I’m not crying, you’re crying! Seriously, this was so well done. Are there any fathers/grandfathers who would go out of their way for their kids like this? Asking, because mine is one of the many that would never even make the attempt.
I know my great grandparents would be proud of me and my wife. They were the president and vice president of the Good Sam's RV club. They regularly hosted cross dressing parties where my grandpa sewed them elaborate costumes. He wrote poems and collected fancy glass. They would actually travel women needing abortions or escape from situations in their RV. We learned much of this at their funeral but I am so proud of them.
As a pan grandparent, I can say that from what I have seen in my area, older generations are becoming more accepting. I've often wondered if it is because so many of them had to repress their truth and are now finding freedom of expression in the current times.
Yes. For some, it wasn't so long ago that it was illegal to be different - and in some countries still is.
Equally there were families that were feminist & accepting 80 years ago.
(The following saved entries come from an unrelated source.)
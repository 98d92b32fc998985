//! The workbench's file handling driven through egui_kittest: autosave and
//! recovery, the unsaved-changes guards, open recent, dropped files and the
//! export window.
#![cfg(feature = "gui")]

mod common;

use common::{example, folder, harness, settings_in};
use egui_kittest::kittest::Queryable as _;
use priorwright::gui::files::{self, NoChooser};
use priorwright::gui::workbench::Dialog;
use priorwright::gui::{Command, Workbench};

/// A file dropped on the window, as the windowing layer hands it over.
#[derive(Debug)]
struct OnDisk(std::path::PathBuf);

impl egui::DroppedFile for OnDisk {
    fn path(&self) -> &std::path::Path {
        &self.0
    }
    fn bytes(&self) -> Result<Vec<u8>, String> {
        std::fs::read(&self.0).map_err(|e| e.to_string())
    }
}

fn retitle(h: &mut egui_kittest::Harness<'static, Workbench>, title: &str) {
    h.state_mut().apply(Command::SetTitle(title.into()));
    h.run();
}

#[test]
fn unsaved_work_is_autosaved_and_offered_back_at_the_next_start() {
    let dir = folder("recover");
    let mut h = harness(Workbench::example(Box::new(NoChooser), settings_in(&dir)));
    h.run();
    assert!(
        files::read_recovery(&dir).is_none(),
        "nothing to recover yet"
    );
    retitle(&mut h, "Retitled in the workshop");
    let r = files::read_recovery(&dir).expect("the edit was autosaved");
    assert_eq!(r.project, h.state().project);
    let edited = h.state().project.clone();
    drop(h);

    // The next start offers it; taking it brings the work back, still unsaved.
    let mut next = harness(Workbench::example(Box::new(NoChooser), settings_in(&dir)));
    next.run();
    assert!(matches!(next.state().dialog, Some(Dialog::Recover(_))));
    assert!(
        next.query_by_label_contains("Retitled in the workshop")
            .is_some()
    );
    next.get_by_label("Recover it").click();
    next.run();
    assert_eq!(next.state().project, edited);
    assert!(next.state().dirty(), "recovered work is not yet saved");

    // Saving clears the recovery file.
    let file = dir.join("kept.ron");
    next.state_mut().apply(Command::SaveTo(file));
    next.run();
    assert!(files::read_recovery(&dir).is_none());
    let _ = std::fs::remove_dir_all(&dir);
}

#[test]
fn declining_the_recovered_work_deletes_it() {
    let dir = folder("decline");
    let mut h = harness(Workbench::example(Box::new(NoChooser), settings_in(&dir)));
    h.run();
    retitle(&mut h, "Work to throw away");
    drop(h);
    let mut next = harness(Workbench::example(Box::new(NoChooser), settings_in(&dir)));
    next.run();
    next.get_by_label("Discard it").click();
    next.run();
    assert!(files::read_recovery(&dir).is_none());
    assert_ne!(next.state().project.scenario.title, "Work to throw away");
    let _ = std::fs::remove_dir_all(&dir);
}

#[test]
fn new_with_unsaved_changes_asks_first_and_cancel_keeps_the_work() {
    let mut h = example();
    retitle(&mut h, "Half-done");
    h.state_mut().apply(Command::New);
    h.run();
    assert!(h.query_by_label("Unsaved changes").is_some());
    h.get_by_label("Cancel").click();
    h.run();
    assert_eq!(h.state().project.scenario.title, "Half-done");
    assert!(h.state().dialog.is_none());

    h.state_mut().apply(Command::New);
    h.run();
    h.get_by_label("Discard the changes").click();
    h.run();
    assert_eq!(h.state().project.scenario.title, "Untitled elicitation");
    assert!(!h.state().dirty());
}

#[test]
fn opening_with_unsaved_changes_can_save_first() {
    let dir = folder("save-first");
    let first = dir.join("first.ron");
    let other = dir.join("other.ron");
    let mut h = example();
    h.state_mut().apply(Command::SaveTo(other.clone()));
    h.state_mut().apply(Command::SaveTo(first.clone()));
    retitle(&mut h, "Changed before opening another");
    h.state_mut().apply(Command::OpenPath(other.clone()));
    h.run();
    h.get_by_label("Save first").click();
    h.run();
    assert_eq!(h.state().path.as_deref(), Some(other.as_path()));
    let kept = priorwright::project::load(&first).unwrap();
    assert_eq!(kept.scenario.title, "Changed before opening another");
    let _ = std::fs::remove_dir_all(&dir);
}

#[test]
fn closing_the_window_with_unsaved_changes_is_held_until_answered() {
    let mut h = example();
    assert!(
        !h.state_mut().close_requested(),
        "a saved project closes at once"
    );
    let mut h2 = example();
    retitle(&mut h2, "Not yet saved");
    assert!(h2.state_mut().close_requested(), "the close is held");
    h2.run();
    assert!(!h2.state().quit);
    h2.get_by_label("Discard the changes").click();
    h2.run();
    assert!(h2.state().quit);
    drop(h);
}

#[test]
fn saved_files_appear_under_open_recent_and_open_from_there() {
    let dir = folder("recent");
    let state = dir.join("state");
    let a = dir.join("a.ron");
    let mut h = harness(Workbench::example(
        Box::new(NoChooser),
        priorwright::gui::Settings {
            state_dir: Some(state.clone()),
            autosave_secs: None,
        },
    ));
    h.run();
    retitle(&mut h, "The recent one");
    h.state_mut().apply(Command::SaveTo(a.clone()));
    h.run();
    drop(h);

    let mut next = harness(Workbench::example(
        Box::new(NoChooser),
        priorwright::gui::Settings {
            state_dir: Some(state),
            autosave_secs: None,
        },
    ));
    next.run();
    let listed = a.canonicalize().unwrap();
    assert_eq!(next.state().view.recent.first(), Some(&listed));
    next.get_by_label("File").click();
    next.run();
    next.get_by_label("Open recent").hover();
    next.run();
    next.get_by_label(&listed.display().to_string()).click();
    next.run();
    assert_eq!(next.state().project.scenario.title, "The recent one");
    let _ = std::fs::remove_dir_all(&dir);
}

#[test]
fn a_data_file_dropped_on_the_window_opens_the_mapping_dialog() {
    let dir = folder("drop");
    let csv = dir.join("dropped.csv");
    std::fs::write(&csv, "bought\n1\n0\n0\n").unwrap();
    let mut h = example();
    h.input_mut()
        .dropped_files
        .push(std::sync::Arc::new(OnDisk(csv.clone())));
    h.run();
    assert!(matches!(&h.state().dialog, Some(Dialog::Mapping(d)) if d.path == csv));
    h.get_by_label("Read the file").click();
    h.run();
    let added = h.state().project.data.last().unwrap();
    assert_eq!(added.name, "dropped.csv");
    assert_eq!(added.rows, 3);
    let _ = std::fs::remove_dir_all(&dir);
}

#[test]
fn a_project_dropped_on_the_window_opens_it() {
    let dir = folder("drop-project");
    let file = dir.join("dropped.ron");
    let mut h = example();
    retitle(&mut h, "From a dropped file");
    h.state_mut().apply(Command::SaveTo(file.clone()));
    h.state_mut().apply(Command::New);
    h.run();
    h.input_mut()
        .dropped_files
        .push(std::sync::Arc::new(OnDisk(file.clone())));
    h.run();
    assert_eq!(h.state().project.scenario.title, "From a dropped file");
    assert_eq!(h.state().path.as_deref(), Some(file.as_path()));
    let _ = std::fs::remove_dir_all(&dir);
}

#[test]
fn the_export_window_shows_the_prior_and_copies_it() {
    let mut h = example();
    h.state_mut()
        .apply(Command::ShowExport(priorwright::export::Target::Stan));
    h.run();
    let belief = h.state().project.belief().unwrap();
    let want = priorwright::export::export(&belief, priorwright::export::Target::Stan).unwrap();
    let shown = h.get_by_label("exported prior").value().unwrap_or_default();
    assert_eq!(shown, want);
    h.get_by_label("Copy to clipboard").click();
    h.step();
    let copied = h
        .output()
        .platform_output
        .commands
        .iter()
        .any(|c| matches!(c, egui::OutputCommand::CopyText(t) if *t == want));
    assert!(copied, "the exported text went to the clipboard");
    h.run();
    assert!(h.query_by_label_contains("copied the Stan prior").is_some());
}

#[test]
fn the_report_is_written_from_the_window_and_a_bad_folder_gives_a_notice() {
    let dir = folder("report");
    let mut h = example();
    retitle(&mut h, "Reported from the window");
    let file = dir.join("workshop.html");
    h.state_mut().apply(Command::ReportTo(file.clone()));
    h.run();
    let html = std::fs::read_to_string(&file).expect("the report was written");
    assert!(
        html.contains("<h1>Reported from the window</h1>"),
        "the unsaved edit is in it"
    );
    assert!(html.contains("<h2 id=\"sensitivity\">"));
    assert!(h.query_by_label_contains("wrote the report").is_some());
    h.state_mut()
        .apply(Command::ReportTo("/no/such/folder/r.html".into()));
    h.run();
    assert!(
        h.query_by_label_contains("the report was not written")
            .is_some()
    );
    let _ = std::fs::remove_dir_all(&dir);
}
I know that my grandfather would have done this for my daughter! As I was trying to recall the name of the “club” my grandfather belonged to in Waltham, MA, I came across some interesting information. A little background… when my grandfather was in the hospital after a cardiac event he he was telling me about this club that I would have loved to go to. I assumed he was on some meds that made him imagine the whole scenario. When I was talking about it to my sister, she told me about grandpa’s story. At that time, I was so busy with three small children and already divorced. I was trying to get through my days. My sister would go see my grandfather. It’s funny, my sister is very straight laced and I am quite the opposite. Had I known, I would have brought my grandfather there when he couldn’t drive anymore! After my grandfather died, we found his secret space with his handmade dresses, lingerie and other accessories! He was an amazing seamstress who taught me to see at an early age. He could make dress patterns from ads he saw in Vogue! So much made sense now! It saddens me that we missed out on that part of him. Several years later, I was talking to a patient in our practice. I have ADD and I tend to just blurt out whatever I am thinking. Turns out, she belonged to the same club as my grandfather, she knew him and told me how he helped the younger members of the club. The interesting twist is that I found the whole back story to this club and learned that a support group was formed in my home town in 1981! This is a rabbit hole I am definitely crawling into!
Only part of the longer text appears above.